Compromise may be necessary to ensure adherence to exercise restriction. If the dog is anxious in a crate, confinement in a small room may be preferred to ease anxiety. Assessing the ease at which the pet owner is able to restrict the dog can help with tailoring exercise restriction recommendations. For example, the owner may be asked to rate (on a scale of 1 to 10) the ease of crate resting the dog for 10 to 12 weeks (considering this duration includes 4 weeks after the first injection of melarsomine, then 6-8 weeks after the second and third injections of melarsomine). Recommendations can be given based on the answer.
Prognosis & Prevention
Prognosis is typically good with treatment and appropriate exercise restriction. To prevent reinfection, preventives labeled for use against heartworms should be adherently administered.

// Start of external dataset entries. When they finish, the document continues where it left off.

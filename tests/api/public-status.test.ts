import request from 'supertest';
import { describe, expect, it, vi } from 'vitest';
import { NEIGHBOURHOODS, PEOPLE, SITES } from '../../server/db/demoScenario';
import { seedDemo } from '../../server/db/seedDemo';
import { Neighbourhood, Node, Outage, Radio, Site, User } from '../../server/models';
import { useApi } from '../helpers/api';
import { manualClock } from '../helpers/clock';
import { buildNeighbourhood, buildNode } from '../helpers/factories';

// 15:00 UTC on 1 June 2026 is 15:00 in Atlantic/Azores (summer time, UTC+0), the demo's zone.
const clock = manualClock('2026-06-01T15:00:00Z');
const DAY_S = 86_400;
const ago = (s: number) => new Date(clock.now().getTime() - s * 1000);

describe('public status API', () => {
  const ctx = useApi({ now: clock.now });
  /** The page after the cache period has passed, so it reflects the data as it is now. */
  async function freshStatus() {
    clock.advance(31);
    const res = await request(ctx.app).get('/api/v1/public/status');
    expect(res.status).toBe(200);
    return res;
  }
  const hood = (body: { data: { neighbourhoods: { name: string }[] } }, name: string) =>
    body.data.neighbourhoods.find((h) => h.name === name) as never as {
      name: string;
      sentence: string;
      counts: Record<string, number>;
      availability: { h24Pct: number | null; d30Pct: number | null };
      openOutages: { state: string; since: string; sentence: string }[];
    };

  it('answers signed out, sets no cookie and says how long it may be cached', async () => {
    const res = await freshStatus();
    expect(res.headers['set-cookie']).toBeUndefined();
    expect(res.headers['cache-control']).toBe('public, max-age=30');
    expect(res.body.data).toEqual({
      network: { name: expect.any(String), timeZone: expect.any(String) },
      generatedAt: clock.now().toISOString(),
      neighbourhoods: [],
    });
  });

  it('counts nodes per neighbourhood, says since when they are down, and leaves retired neighbourhoods out', async () => {
    await seedDemo('demo-password-long');
    const oldQuay = await Neighbourhood.findOne({ where: { name: 'Old Quay' } });
    const quayNodes = await Node.findAll({ where: { neighbourhoodId: oldQuay!.id }, order: [['id', 'ASC']] });
    await Node.update({ state: 'online', firstSeenAt: ago(40 * DAY_S) }, { where: {} });
    // Two Old Quay nodes went silent at 14:20 and 14:45 local time; the earliest is the one the sentence names.
    await quayNodes[1].update({ state: 'offline' });
    await quayNodes[2].update({ state: 'offline' });
    await Outage.create({ nodeId: quayNodes[1].id, startedAt: new Date('2026-06-01T14:20:00Z') });
    await Outage.create({ nodeId: quayNodes[2].id, startedAt: new Date('2026-06-01T14:45:00Z') });
    const millbrook = await Neighbourhood.findOne({ where: { name: 'Millbrook' } });
    const millNode = await Node.findOne({ where: { neighbourhoodId: millbrook!.id, isUplink: false }, order: [['id', 'DESC']] });
    await millNode!.update({ state: 'stranded' });
    await Outage.create({ nodeId: millNode!.id, startedAt: new Date('2026-05-31T22:05:00Z') });
    await Node.update(
      { state: 'unknown', firstSeenAt: null },
      { where: { neighbourhoodId: (await Neighbourhood.findOne({ where: { name: 'Chapel Hill' } }))!.id } },
    );
    await buildNeighbourhood({ name: 'Closed Estate' }).then((h) => h.update({ retiredAt: ago(DAY_S) }));

    const { body } = await freshStatus();
    expect(body.data.network).toEqual({ name: 'Lindenfall Community Network', timeZone: 'Atlantic/Azores' });
    expect(body.data.neighbourhoods.map((h: { name: string }) => h.name)).toEqual(['Chapel Hill', 'Millbrook', 'Old Quay', 'Saltmarsh Row']);
    const quay = hood(body, 'Old Quay');
    expect(quay.counts).toEqual({ total: quayNodes.length, up: quayNodes.length - 2, down: 2, unknown: 0 });
    expect(quay.sentence).toBe(`2 of ${quayNodes.length} down since 14:20.`);
    expect(quay.openOutages.map((o) => o.sentence)).toEqual([
      'A rooftop node in Old Quay has been down since 14:20.',
      'A rooftop node in Old Quay has been down since 14:45.',
    ]);
    expect(quay.openOutages[0]).toMatchObject({ state: 'offline', since: '2026-06-01T14:20:00.000Z' });
    const mill = hood(body, 'Millbrook');
    expect(mill.openOutages.map((o) => o.sentence)).toEqual([
      'A rooftop node in Millbrook has been cut off since 31 May, 22:05, because a link further up the network is down.',
    ]);
    const marsh = hood(body, 'Saltmarsh Row');
    expect(marsh.sentence).toBe(`${marsh.counts.total} of ${marsh.counts.total} nodes up.`);
    expect(marsh.availability).toEqual({ h24Pct: 100, d30Pct: 100 });
    const chapel = hood(body, 'Chapel Hill');
    expect(chapel.sentence).toBe(`0 of ${chapel.counts.total} nodes up; ${chapel.counts.total} not heard from yet.`);
    expect(chapel.availability).toEqual({ h24Pct: null, d30Pct: null }); // never heard from: nothing observed
  });

  it('gives availability over 24 hours and 30 days from the outages, measured from when a node was first seen', async () => {
    const solo = await buildNeighbourhood({ name: 'Availability Test' });
    const node = await buildNode({ neighbourhoodId: solo.id });
    await node.update({ state: 'online', firstSeenAt: ago(60 * DAY_S) });
    // Google SRE book, "Availability Table": 99.9 % over 30 days allows 43.2 minutes down.
    await Outage.create({ nodeId: node.id, startedAt: ago(10 * DAY_S), endedAt: new Date(ago(10 * DAY_S).getTime() + 43.2 * 60_000) });
    let { body } = await freshStatus();
    expect(hood(body, 'Availability Test').availability.d30Pct).toBeCloseTo(99.9, 6);
    expect(hood(body, 'Availability Test').availability.h24Pct).toBe(100);

    // Same table, per day: 99 % allows 14.4 minutes down in 24 hours.
    await Outage.create({ nodeId: node.id, startedAt: ago(3 * 3600), endedAt: new Date(ago(3 * 3600).getTime() + 14.4 * 60_000) });
    ({ body } = await freshStatus());
    expect(hood(body, 'Availability Test').availability.h24Pct).toBeCloseTo(99, 6);

    // A node first seen 12 hours ago with one hour down is 11/12 available over both windows, not 29.5/30.
    const young = await buildNeighbourhood({ name: 'Young Node Test' });
    const fresh = await buildNode({ neighbourhoodId: young.id });
    await fresh.update({ state: 'online', firstSeenAt: ago(12 * 3600) });
    await Outage.create({ nodeId: fresh.id, startedAt: ago(6 * 3600), endedAt: ago(5 * 3600) });
    ({ body } = await freshStatus());
    expect(hood(body, 'Young Node Test').availability.h24Pct).toBeCloseTo((100 * 11) / 12, 1);
    expect(hood(body, 'Young Node Test').availability.d30Pct).toBeCloseTo((100 * 11) / 12, 1);
  });

  it('carries no personal or secret data: no e-mails, phones, people, sites, nodes, coordinates, addresses or keys', async () => {
    const res = await freshStatus();
    const text = JSON.stringify(res.body);
    expect(res.body.data.neighbourhoods.length).toBeGreaterThan(3); // the check below runs on a full page
    const users = await User.findAll();
    const sites = await Site.findAll();
    const nodes = await Node.findAll();
    const radios = await Radio.findAll();
    const forbidden = [
      ...PEOPLE.flatMap((p) => [p.email, p.name, ...(p.phone ? [p.phone] : [])]),
      ...users.flatMap((u) => [u.email, u.name]),
      ...SITES.flatMap((s) => [s.name, s.accessNotes, s.node.name]),
      ...sites.flatMap((s) => [s.name, s.latitude.toFixed(4), s.longitude.toFixed(4)]),
      ...nodes.flatMap((n) => [n.name, ...(n.managementAddress ? [n.managementAddress] : [])]),
      ...radios.flatMap((r) => [...(r.preSharedKey ? [r.preSharedKey] : []), ...(r.ssid ? [r.ssid] : [])]),
      ...NEIGHBOURHOODS.map((n) => n.description),
    ];
    expect(forbidden.length).toBeGreaterThan(50);
    for (const value of forbidden) expect(text, `the public page must not contain "${value}"`).not.toContain(value);
    expect(text).not.toMatch(/@/);
    expect(text).not.toMatch(/\+\d{3} \d{3}/);
    expect(text).not.toMatch(/"(latitude|longitude|email|phone|host|site|preSharedKey|ssid|managementAddress)"/);
  });

  it('serves a crowd of 50 requests from one computation, and computes again once the cache period has passed', async () => {
    clock.advance(31);
    const query = vi.spyOn(ctx.sequelize, 'query');
    const computations = () => query.mock.calls.filter(([sql]) => String(sql).includes('FROM network_settings')).length;
    const responses = await Promise.all(Array.from({ length: 50 }, () => request(ctx.app).get('/api/v1/public/status')));
    expect(responses.every((r) => r.status === 200)).toBe(true);
    expect(new Set(responses.map((r) => r.body.data.generatedAt)).size).toBe(1);
    expect(computations()).toBe(1);
    const queriesPerComputation = query.mock.calls.length;
    expect(queriesPerComputation).toBeGreaterThan(0);

    clock.advance(29); // still inside the 30 s period
    for (let i = 0; i < 5; i++) expect((await request(ctx.app).get('/api/v1/public/status')).status).toBe(200);
    expect(query.mock.calls.length).toBe(queriesPerComputation);

    clock.advance(2); // past it
    await request(ctx.app).get('/api/v1/public/status');
    expect(computations()).toBe(2);
    query.mockRestore();
  });
});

Clinical Follow-Up/Monitoring
Dogs should be tested for microfilariae 30 days posttreatment. If the test is positive, a microfilaricide should be given. A test for antigen should be given 9 months post-treatment. If the test is positive, the dog should be retreated with a 2-dose protocol.
Conclusion
Treatment recommendations for heartworm disease are constantly changing. It is thus important to keep current on developments. The 3-dose treatment protocol is the recommended approach to treatment in most cases.